REQUIRED ACTION: Take every line containing "pageOf" from the material and copy it.

INFORMATION SHOWN:
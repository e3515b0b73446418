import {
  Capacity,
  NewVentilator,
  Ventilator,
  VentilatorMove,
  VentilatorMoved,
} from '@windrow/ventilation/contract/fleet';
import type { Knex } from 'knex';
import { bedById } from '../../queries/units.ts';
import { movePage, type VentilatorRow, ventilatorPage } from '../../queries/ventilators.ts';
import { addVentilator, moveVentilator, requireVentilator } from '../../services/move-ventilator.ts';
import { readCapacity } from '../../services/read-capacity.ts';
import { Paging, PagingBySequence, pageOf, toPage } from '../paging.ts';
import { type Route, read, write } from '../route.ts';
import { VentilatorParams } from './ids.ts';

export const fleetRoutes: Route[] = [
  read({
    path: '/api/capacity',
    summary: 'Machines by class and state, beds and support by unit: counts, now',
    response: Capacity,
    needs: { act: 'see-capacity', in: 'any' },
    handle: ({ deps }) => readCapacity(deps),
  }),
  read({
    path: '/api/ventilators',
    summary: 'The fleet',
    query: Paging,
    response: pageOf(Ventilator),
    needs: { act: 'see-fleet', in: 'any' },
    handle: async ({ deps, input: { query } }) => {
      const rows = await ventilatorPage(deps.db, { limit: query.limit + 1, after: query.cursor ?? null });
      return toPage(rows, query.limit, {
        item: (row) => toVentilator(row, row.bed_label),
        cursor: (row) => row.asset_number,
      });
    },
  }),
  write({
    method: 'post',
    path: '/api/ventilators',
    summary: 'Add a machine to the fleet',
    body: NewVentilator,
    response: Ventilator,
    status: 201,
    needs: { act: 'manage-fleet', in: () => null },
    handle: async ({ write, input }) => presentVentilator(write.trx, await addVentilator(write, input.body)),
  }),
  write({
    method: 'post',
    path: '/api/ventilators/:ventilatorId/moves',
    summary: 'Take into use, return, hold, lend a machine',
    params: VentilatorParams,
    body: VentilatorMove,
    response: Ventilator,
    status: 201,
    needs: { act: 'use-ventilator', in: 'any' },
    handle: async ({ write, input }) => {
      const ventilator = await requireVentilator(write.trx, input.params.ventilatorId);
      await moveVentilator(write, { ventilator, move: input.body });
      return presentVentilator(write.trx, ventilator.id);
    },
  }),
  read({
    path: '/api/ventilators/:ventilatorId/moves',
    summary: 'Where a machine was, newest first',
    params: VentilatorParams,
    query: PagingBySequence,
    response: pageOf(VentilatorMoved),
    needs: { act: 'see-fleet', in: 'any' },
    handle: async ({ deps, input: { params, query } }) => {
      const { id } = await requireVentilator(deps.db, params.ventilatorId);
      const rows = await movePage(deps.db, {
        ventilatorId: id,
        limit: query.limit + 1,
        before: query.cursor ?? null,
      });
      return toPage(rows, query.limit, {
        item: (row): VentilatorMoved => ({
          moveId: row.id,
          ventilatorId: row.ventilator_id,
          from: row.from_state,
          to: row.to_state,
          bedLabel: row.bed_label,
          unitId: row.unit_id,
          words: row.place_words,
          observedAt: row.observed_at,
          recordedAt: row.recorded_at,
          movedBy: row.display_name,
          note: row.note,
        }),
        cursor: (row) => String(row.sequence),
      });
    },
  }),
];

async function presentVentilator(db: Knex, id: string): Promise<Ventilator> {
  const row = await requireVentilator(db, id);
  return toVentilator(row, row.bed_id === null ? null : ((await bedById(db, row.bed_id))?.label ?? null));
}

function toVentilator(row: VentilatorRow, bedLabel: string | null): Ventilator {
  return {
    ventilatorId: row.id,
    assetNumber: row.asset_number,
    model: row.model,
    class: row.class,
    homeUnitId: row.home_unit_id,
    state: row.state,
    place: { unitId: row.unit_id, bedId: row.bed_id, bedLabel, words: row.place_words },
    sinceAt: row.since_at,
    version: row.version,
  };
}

WRITTEN SOLUTION:
import { Paging, PagingBySequence, pageOf, toPage } from '../paging.ts';
    response: pageOf(Ventilator),
    response: pageOf(VentilatorMoved),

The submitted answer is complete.